*** Opening Task inputs ***

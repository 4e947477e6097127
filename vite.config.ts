import react from '@vitejs/plugin-react'
import { defineConfig } from 'vitest/config'
import { iconPlugin } from './.config/icon-plugin.ts'
import { offlinePlugin } from './.config/offline-plugin.ts'
import { policyPlugin } from './.config/policy-plugin.ts'

/** What every page needs and a new release seldom changes: a chunk that browsers keep. */
const frame = /\/node_modules\/(react|react-dom|react-reconciler|scheduler|konva|react-konva)\//

/** What the PDF library would draw web pages with: pages of a report need none of it. */
const unused = ['canvg', 'dompurify', 'html2canvas']

export default defineConfig({
  plugins: [react(), policyPlugin(), iconPlugin(), offlinePlugin()],
  // Relative addresses, so that the page works from any sub-path.
  base: './',
  build: {
    // The policy lets no data address run or style anything.
    assetsInlineLimit: 0,
    modulePreload: { polyfill: false },
    // The notices that the packages' licences ask for travel with the page.
    license: { fileName: 'licences.md' },
    rolldownOptions: {
      external: unused,
      output: { codeSplitting: { groups: [{ name: 'frame', test: frame }] } },
    },
  },
  test: {
    include: ['test/**/*.test.{ts,tsx}'],
    environment: 'node',
    // What a file imports is read once for all of them: half the time of the run.
    pool: 'threads',
    isolate: false,
    // For what hangs, not for what is slow: a busy machine fails no test.
    testTimeout: 120_000,
    hookTimeout: 120_000,
  },
})
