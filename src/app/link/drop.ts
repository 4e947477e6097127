import type { Keeping } from '../keep'
import type { Store } from '../store'
import { openFiles, openLink } from './open'

/** Opens the files or the link that are dropped anywhere on the page. Returns what stops it. */
export function acceptDrops(store: Store, keeping: Keeping): () => void {
  const onDragOver = (event: DragEvent) => {
    if (event.target instanceof HTMLInputElement || event.target instanceof HTMLTextAreaElement)
      return
    event.preventDefault()
  }
  const onDrop = (event: DragEvent) => {
    const files = [...(event.dataTransfer?.files ?? [])]
    const text = event.dataTransfer?.getData('text/uri-list')
    if (files.length === 0 && !text) return
    event.preventDefault()
    if (files.length > 0) void openFiles(store, keeping, files)
    else if (text) void openLink(store, keeping, text)
  }
  document.addEventListener('dragover', onDragOver)
  document.addEventListener('drop', onDrop)
  return () => {
    document.removeEventListener('dragover', onDragOver)
    document.removeEventListener('drop', onDrop)
  }
}
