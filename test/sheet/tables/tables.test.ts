import { expect, test } from 'vitest'
import {
  exampleSheet,
  readingsTable,
  type Sheet,
  scheduleTable,
  sumsTable,
  type Table,
} from '../../../src/sheet'
import { evaluate } from '../../../src/sheet/estimate'

/** The cells of a row by the names of their columns. */
function rowOf({ head, rows }: Table, at: number): Readonly<Record<string, unknown>> {
  return Object.fromEntries(head.map((name, column) => [name, rows[at]?.[column]]))
}

const sheet: Sheet = {
  ...exampleSheet,
  instruments: [{ id: 'm1', name: 'Clamp meter' }],
  readings: (exampleSheet.readings ?? []).map((reading) =>
    reading.id === 'r4' ? { ...reading, instrument: 'm1', struck: true } : reading,
  ),
}
const evaluation = evaluate(exampleSheet)

test('the schedule has a row for each phasor, with figures as numbers', () => {
  const table = scheduleTable(exampleSheet, evaluation)
  expect(table.rows.length).toBe(exampleSheet.phasors.length)
  for (const row of table.rows) expect(row.length).toBe(table.head.length)
  const motor = rowOf(table, 3)
  expect(motor).toMatchObject({ phasor: 'Vmotor', unit: 'V', 'magnitude as read': 22.4 })
  const [found] = evaluation.phasors.filter(({ id }) => id === 'Vmotor')
  expect(motor.magnitude).toBeCloseTo(found?.magnitude ?? Number.NaN, 6)
  expect(motor['magnitude ±']).toBeCloseTo(found?.magnitudeLimit ?? Number.NaN, 6)
})

test('what is open is left out of the schedule', () => {
  const open: Sheet = { ...exampleSheet, readings: [] }
  const choke = rowOf(scheduleTable(open, evaluate(open)), 2)
  expect(choke).toMatchObject({ phasor: 'Vchoke', 'magnitude as read': undefined })
})

test('a reading stands as shown beside what it comes to, with its limit and who says so', () => {
  const row = rowOf(readingsTable(sheet), 1)
  expect(row).toMatchObject({
    number: 2,
    phasor: 'Vchoke',
    kind: 'magnitude',
    shown: 28.9,
    unit: 'V',
    'comes to': 28.9,
    '±': 0.3,
    'limit is': 'stated',
    used: 'used',
  })
  expect(rowOf(readingsTable(sheet), 3)).toMatchObject({
    instrument: 'Clamp meter',
    used: 'struck',
  })
})

test('what a display showed in words or with a prefix becomes a number where it is one', () => {
  const shown: Sheet = {
    ...exampleSheet,
    readings: [{ id: 'r1', of: 'I', kind: 'magnitude', shown: '750m' }],
  }
  expect(rowOf(readingsTable(shown), 0).shown).toBe(0.75)
})

test('a sum stands calculated beside measured, with its gap', () => {
  const row = rowOf(sumsTable(exampleSheet, evaluation), 0)
  const [found] = evaluation.sums
  expect(row).toMatchObject({ terms: 'Vcable + Vchoke + Vmotor', 'must equal': 'VS', unit: 'V' })
  expect(row.measured).toBe(48)
  expect(row.calculated).toBeCloseTo(found?.resultant?.magnitude ?? Number.NaN, 6)
  expect(row.closes).toBe('yes')
})
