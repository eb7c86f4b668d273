import { Circle, Path, Pattern, Rect } from 'react-native-svg';

import { letterInk, printColour } from '@/shared/geometry/drawing/cloth-colours';
import type { RequestFabric } from '@/shared/model/plan-request';

export type PrintKind = 'dots' | 'rings' | 'waves' | 'crosses' | 'lines' | 'seeds';

export interface Cloth {
  cloth: string;
  /** the print's lines or dots */
  print: string;
  /** the letter on it, at least 4.5:1 */
  letter: string;
  printKind: PrintKind;
}

const WEDGE_PRINTS = ['dots', 'rings', 'waves', 'crosses', 'lines'] as const;

/** The dyes of the look: their prints and inks were mixed by eye. */
const DYES: Record<string, Pick<Cloth, 'print' | 'letter'>> = {
  '#EFE5D0': { print: '#C9B68F', letter: '#2A2017' },
  '#E0AC35': { print: '#F6D583', letter: '#2A2017' },
  '#86AAB8': { print: '#B9D0D8', letter: '#17232A' },
  '#B04A37': { print: '#D07A66', letter: '#FFFAF0' },
  '#263C69': { print: '#5A73A6', letter: '#FFFAF0' },
  '#DDE0D8': { print: '#C3C9BF', letter: '#2A2017' },
};

type Dyed = Pick<RequestFabric, 'letter' | 'role' | 'colour'>;

/** The print goes by the letter, so that neighbours differ even without colour. */
function printOf(fabric: Dyed): PrintKind {
  if (fabric.role === 'background') return 'seeds';
  return WEDGE_PRINTS[(fabric.letter.charCodeAt(0) - 65) % WEDGE_PRINTS.length] ?? 'dots';
}

const known = new Map<string, Pick<Cloth, 'print' | 'letter'>>();

function inksOf(colour: string): Pick<Cloth, 'print' | 'letter'> {
  const found = DYES[colour] ?? known.get(colour);
  if (found) return found;
  const inks = { print: printColour(colour), letter: letterInk(colour) };
  known.set(colour, inks);
  return inks;
}

/** How a fabric is drawn: its true colour, a print, and a letter that can be read on both. */
export const clothOf = (fabric: Dyed): Cloth => ({
  cloth: fabric.colour,
  ...inksOf(fabric.colour),
  printKind: printOf(fabric),
});

const TILES: Record<PrintKind, { width: number; height: number; turn: number }> = {
  dots: { width: 9, height: 9, turn: 30 },
  rings: { width: 14, height: 14, turn: 0 },
  waves: { width: 12, height: 7, turn: 0 },
  crosses: { width: 10, height: 10, turn: 45 },
  lines: { width: 13, height: 13, turn: 20 },
  seeds: { width: 11, height: 11, turn: 0 },
};

function PrintMarks({ kind, color }: { kind: PrintKind; color: string }) {
  const line = { fill: 'none', stroke: color };
  switch (kind) {
    case 'dots':
      return <Circle cx={4.5} cy={4.5} r={1} fill={color} />;
    case 'rings':
      return <Circle cx={7} cy={7} r={3} strokeWidth={1.3} {...line} />;
    case 'waves':
      return <Path d="M0 3.5q3-3 6 0t6 0" strokeWidth={1.2} {...line} />;
    case 'crosses':
      return <Path d="M5 3v4M3 5h4" strokeWidth={1.3} {...line} />;
    case 'lines':
      return <Path d="M0 6.5h13" strokeWidth={1} {...line} />;
    case 'seeds':
      return (
        <>
          <Circle cx={3} cy={3} r={0.9} fill={color} />
          <Circle cx={8.5} cy={8.5} r={0.9} fill={color} />
        </>
      );
  }
}

/** A fabric's print as an SVG pattern, for `<Defs>`; fill with `url(#id)`. */
export function ClothPattern({
  id,
  fabric,
  scale = 1,
}: {
  id: string;
  fabric: Dyed;
  scale?: number;
}) {
  const { cloth, print, printKind } = clothOf(fabric);
  const { width, height, turn } = TILES[printKind];
  return (
    <Pattern
      id={id}
      width={width}
      height={height}
      patternUnits="userSpaceOnUse"
      patternTransform={`rotate(${turn}) scale(${scale})`}
    >
      <Rect width={width} height={height} fill={cloth} />
      <PrintMarks kind={printKind} color={print} />
    </Pattern>
  );
}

*** Closing Task inputs ***

*Exercise brief*
In the listing, find all lines with the string "true" and copy them.

*Result*
    reading.id === 'r4' ? { ...reading, instrument: 'm1', struck: true } : reading,
/** How a fabric is drawn: its true colour, a print, and a letter that can be read on both. */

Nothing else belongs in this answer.